Hallowe’en has come early. Deadboy opens up the gates of his new label Total Fantasy to release a 4-headed EP from unknowns Bøne Squad, the results both spooky (haunting) and Spooky (grimey).

The eponymous Bøne Squad is a veritable tour de force of UK (and one JA) genre reference, but shows an obvious familiarity with the styles beyond that of eager-to-please fanboys. Instead, the group come across like watchful outside observers of the last ten years of British dance music. Each track is a brief reinterpretation, none surpassing 4 minutes, but feel much longer, structures and execution as tight as their influences.

To get a minor grumble out of the way, the decision to feature overt styles – two tracks of grime, one of hardcore and one of dancehall – does seem a little prescribed, and especially so when packed with familiar references. Bashment ‘hey’s, Eski clicks and claps, gunshots, squarewave jungle sirens and dub lasers all feature in the record’s dense sample salvos. However, in context, it all becomes simple, dirty fun, because the crew have another trick up their sleeve

Much like Deadboy’s own inspired Hallowe’en mixes, Bøne Squad have a brilliant understanding of vintage horror score orchestration by the likes of John Carpenter and others. The whole EP is therefore coloured dark and menacing through the use of creepy, billowing synthesizer lines of a similar style, plenty of cavernous reverb and delay only enhancing the effect.

The crew then pair these with less obvious instrumentation that matches the drama. ‘Skål & Bønes’ may be grime, but its melody is shrill bottle-blowing with a Girl Unit-like crystalline countermelody. Ominous, detuned synth harmony and keyboard flute wrap around ‘Valkyrie’’s filtered jungle breaks. Funereal dubstep organ bass, death knell bell and vampire strings trail ‘Vvinter’’s Wiley-cello riff. ‘Danskhall’ has memories of jungle in its bongos, wind whipping around heartbeat kick-filtering, plus Shockout-like pitched-down shouts from a soundsystem MC.

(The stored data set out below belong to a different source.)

"""The standard population of the United States."""

from engine.standards.standard import Standard

UNITED_STATES = (
    Standard(
        key="us2000",
        symbol="US2000",
        label="United States standard population 2000",
        starts=(0, 1, *range(5, 86, 5)),
        weights=(
            13818, 55317, 72533, 73032, 72169, 66478, 64529, 71044, 80762, 81851, 72118, 62716,
            48454, 38793, 34264, 31773, 26999, 17842, 15508,
        ),
        source=(
            "Klein & Schoenborn (2001), Age adjustment using the 2000 projected U.S. population,"
            " Healthy People Statistical Notes 20"
        ),
    ),
)  # fmt: skip
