"""Years lost, unevenness and median, by sums written out and by the laws they obey."""

from dataclasses import replace

import numpy as np
import pytest

from engine.chain import gradient, run
from engine.indicators import INDICATORS
from engine.settings import SETTINGS
from tests.factories import GRIDS, gompertz_panel

SETTINGS_1 = SETTINGS["almanac-1"]
E0, EDAGGER, H, MEDIAN = (INDICATORS[key] for key in ("e0", "edagger", "H", "median"))


@pytest.mark.parametrize("name", GRIDS)
def test_years_lost_are_the_sum_over_groups_written_out(name: str) -> None:
    table = run(gompertz_panel(GRIDS[name], seed=2), SETTINGS_1).table
    total = 0.0
    for x, n in enumerate(table.grid.widths[:-1]):
        here, after = table.ex[x], table.ex[x + 1]
        total += table.dx[x] * (after + (1 - table.ax[x] / n) * (here - after))
    total += table.dx[-1] * table.ex[-1]
    chain = run(gompertz_panel(GRIDS[name], seed=2), SETTINGS_1)
    assert EDAGGER.value(chain) == pytest.approx(total, rel=1e-13)
    assert H.value(chain) == pytest.approx(total / table.ex[0], rel=1e-13)


@pytest.mark.parametrize("infant", [0.003, 0.05])
def test_one_per_cent_lower_rates_add_h_per_cent(infant: float) -> None:
    panel = gompertz_panel(infant=infant)
    lower = replace(panel, deaths=panel.deaths * (1 - 1e-6))
    e0, more = (E0.value(run(p, SETTINGS_1)) for p in (panel, lower))
    # not exactly H: the first-year rule moves with the infant rate
    assert (more / e0 - 1) / 1e-6 == pytest.approx(H.value(run(panel, SETTINGS_1)), rel=0.01)


def test_half_of_those_born_see_the_median() -> None:
    chain = run(gompertz_panel(GRIDS["single"], seed=1), SETTINGS_1)
    age, table = float(MEDIAN.value(chain)), chain.table
    assert np.interp(age, table.grid.starts, table.lx) == pytest.approx(0.5, abs=1e-12)


def test_years_lost_fall_when_deaths_move_together() -> None:
    g = gradient(EDAGGER, run(gompertz_panel(GRIDS["single"]), SETTINGS_1))
    assert g[1] > 0  # deaths of children spread lengths of life
    assert g[95] < 0  # deaths of the oldest draw them together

With the cover art in mind, it all makes complete sense; tapping into a doomy atmosphere and visual aesthetic that aligns itself with Scandinavian black metal, Bøne Squad have picked up on a complimentary palette of sounds to established club music and taken the whole lot off somewhere far weirder. It will be interesting to hear these pop up in DJs’ sets, and where the crew will take their sound next. As there is plenty of imagination and potential to push this sound further into the original territory it’s exploring, I hope that the horror wins out.

Until then, Bøne Squad is impeccably produced and well-realised, having all the energy of a Butterz production, but with a decent splattering of schlock too.